Two partitions $\pi^{(a)}$ and $\pi^{(b)}$ are overlapping iff $\vert \pi^{(a)} \cap \pi^{(b)} \vert > 0$.^5.12Also, a set of partitions provides full coverage iff $\mathcal{X} = \bigcup_{q=1}^{p} \pi^{(q)}$.

The ODC framework is parametrized by $p$, the number of partitions, and $l$, the degree of overlap ranging between 0 and 1. No overlap, or $l=0$, yields disjoint partitions and, by design, $l=1$ implies $p$-fold fully overlapping (identical) samples. Instead of $l$, one can use the parameter $v>1$ to fix the total number of points processed in all $p$ partitions combined to be (approximately) $vn$. This is accomplished by choosing $l = (v-1) / (p-1)$.

Let us assume that the data is not ordered, so any contiguous indexed subsample is equivalent to a random subsample. Every partition should have the same number of objects for load balancing. Thus, in any partition $\pi$ there are $\vert\pi\vert = \lceil \frac{p-1}{p} nl \rceil + \lceil \frac{n}{p} \rceil$ objects. Now that we have the number of objects $\vert\pi\vert$ in each partition, let us propose a simple coordinated sampling strategy: For each partition there are $\lceil n / p \rceil$ objects deterministically picked so that the union of all $p$ partitions provides full coverage of all $n$ objects. The remaining objects for a particular partition are then picked randomly without replacement from the objects not yet in that partition. There are many other ways of coordinated sampling. In this chapter we will limit our discussion to this one strategy for brevity.

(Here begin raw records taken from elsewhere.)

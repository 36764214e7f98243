//! Initial estimates for the alternating least squares.
//!
//! - [`efa_concentrations`]: evolving factor analysis (Gampp, Maeder, Meyer, Zuberbühler,
//!   Talanta 32 (1985) 1133; Maeder, Anal. Chem. 59 (1987) 527) within each series along
//!   temperature. Species k (0-based, in order of appearance) is taken to be the (k+1)-th factor
//!   to rise in the forward analysis and, first in first out, the (n_species − k)-th to fall in
//!   the backward one; its profile is the smaller of the two singular-value curves,
//!   min(s_f,k(i), s_b,n−1−k(i)), in absorbance units. Where all species are present everywhere
//!   (an equilibrium shifting with temperature) the curves still differ in shape and give usable
//!   distinct starting profiles.
//! - [`purest_variables`]: the purest-variable idea of Windig & Guilment (Anal. Chem. 63 (1991)
//!   1425), written from the published description: the purity of wavelength j is
//!   p_j = σ_j / (μ_j + α·max μ) (σ, μ the standard deviation and mean over samples, α the
//!   noise offset); the first purest wavelength maximises p; each next one maximises p_j·w_j,
//!   where w_j is the determinant of the matrix of cross-products (about the origin) of the
//!   length-scaled columns d_ij / √(μ_j² + (σ_j + α·max μ)²) of the wavelengths already chosen and
//!   of j — large when j is independent of those chosen. The columns of D at the chosen
//!   wavelengths are the initial concentration profiles (up to scale).

use super::SoftError;
use crate::factor::{FactorError, evolving_factors};
use ndarray::{Array2, ArrayView2, Axis};
use ndarray_linalg::Determinant;

/// EFA initial concentrations, samples × `n_species`, from the series `groups` (row indices of D
/// in increasing temperature, one list per series).
pub(crate) fn efa_concentrations(
    d: ArrayView2<f64>,
    groups: &[Vec<usize>],
    n_species: usize,
) -> Result<Array2<f64>, SoftError> {
    let mut c = Array2::zeros((d.nrows(), n_species));
    for rows in groups {
        let sub = d.select(Axis(0), rows);
        let local: Vec<usize> = (0..rows.len()).collect();
        let efa = evolving_factors(sub.view(), &local, n_species)?;
        for (pos, &row) in rows.iter().enumerate() {
            for k in 0..n_species {
                let f = 10f64.powf(efa.forward[[pos, k]]);
                let b = 10f64.powf(efa.backward[[pos, n_species - 1 - k]]);
                c[[row, k]] = f.min(b);
            }
        }
    }
    Ok(c)
}

/// Indices of the `n` purest wavelengths of `d` with noise offset `alpha` (fraction of max μ).
pub(crate) fn purest_variables(d: ArrayView2<f64>, n: usize, alpha: f64) -> Result<Vec<usize>, SoftError> {
    let (ns, nw) = d.dim();
    let mu = d
        .mean_axis(Axis(0))
        .ok_or(SoftError::Factor(FactorError::EmptyMatrix { rows: ns, cols: nw }))?;
    let sd = d.std_axis(Axis(0), 0.0);
    let offset = alpha * mu.iter().fold(0.0f64, |m, v| m.max(v.abs()));
    let purity: Vec<f64> = (0..nw)
        .map(|j| {
            let den = mu[j] + offset;
            if den > 0.0 { sd[j] / den } else { 0.0 }
        })
        .collect();
    // length-scaled data
    let mut scaled = d.to_owned();
    for j in 0..nw {
        let len = (mu[j] * mu[j] + (sd[j] + offset).powi(2)).sqrt();
        let mut col = scaled.column_mut(j);
        if len > 0.0 {
            col /= len;
        } else {
            col.fill(0.0);
        }
    }
    let cross = scaled.t().dot(&scaled) / ns as f64; // wavelengths × wavelengths
    let mut chosen: Vec<usize> = Vec::with_capacity(n);
    for _ in 0..n {
        let mut best: Option<(usize, f64)> = None;
        for (j, &pj) in purity.iter().enumerate() {
            if chosen.contains(&j) {
                continue;
            }
            let mut idx = chosen.clone();
            idx.push(j);
            let sub = cross.select(Axis(0), &idx).select(Axis(1), &idx);
            let w = sub.det().map_err(|e| SoftError::Numerical {
                what: format!("purest-variable weight: {e}"),
            })?;
            let score = pj * w.max(0.0);
            if best.is_none_or(|(_, s)| score > s) {
                best = Some((j, score));
            }
        }
        match best {
            Some((j, _)) => chosen.push(j),
            None => break,
        }
    }
    Ok(chosen)
}

#[cfg(test)]
mod tests {
    use super::*;

    #[test]
    fn purest_variables_find_the_selective_wavelengths() {
        // species 0 alone at wavelength 0, species 1 alone at wavelength 3, overlap at 1, 2
        let s = ndarray::array![[1.0, 0.0], [0.7, 0.5], [0.4, 0.9], [0.0, 1.2]];
        let c = ndarray::array![[1.0, 0.1], [0.8, 0.3], [0.5, 0.5], [0.3, 0.8], [0.1, 1.0]];
        let d = c.dot(&s.t());
        let mut p = purest_variables(d.view(), 2, 0.01).unwrap();
        p.sort_unstable();
        assert_eq!(p, vec![0, 3]);
    }
}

Each partition is processed by independent, identical clusterers (chosen appropriately for the application domain). For simplicity, we use the same $k$ in the sub-partitions. The post-clustering merging step is done using our supra-consensus function $\Gamma$.

$$\{\mathbf{\lambda}^{(q)} \left\vert \right. q \in \{1,\ldots,p\} \} \stackrel{\Gamma}{\rightarrow} \mathbf{\lambda}$$ (5.8)

Since every partition only looks at a fraction of the data, there are missing labels in the $\mathbf{\lambda}^{(q)}$'s. Given sufficient overlap, the supra-consensus function $\Gamma$ ties the individual clusters together and delivers a consensus clustering.

We performed the following experiment to demonstrate how the ODC framework can be used to perform clustering on partially overlapping samples without access to the original features. We use graph partitioning as the clusterer in each processor and vary the number of partitions from 2 to 72 with $v = 2$. Figure 5.11 shows our results for the four data-sets. Each plot in figure 5.11 shows the relative mutual information (fraction of mutual information retained as compared to the reference clustering on all objects and features) as a function of the number of partitions. We fix the sum of the number of objects in all partitions to be double the number of objects ($v = 2$). Within each plot, $p$ ranges from 2 to 72 and each ODC result is marked with a `$\circ$'. The reference point for unpartitioned data is marked by `$\times$' at (1,1). For each of the plots, we fitted a sigmoid function to summarize the behavior of ODC for that scenario.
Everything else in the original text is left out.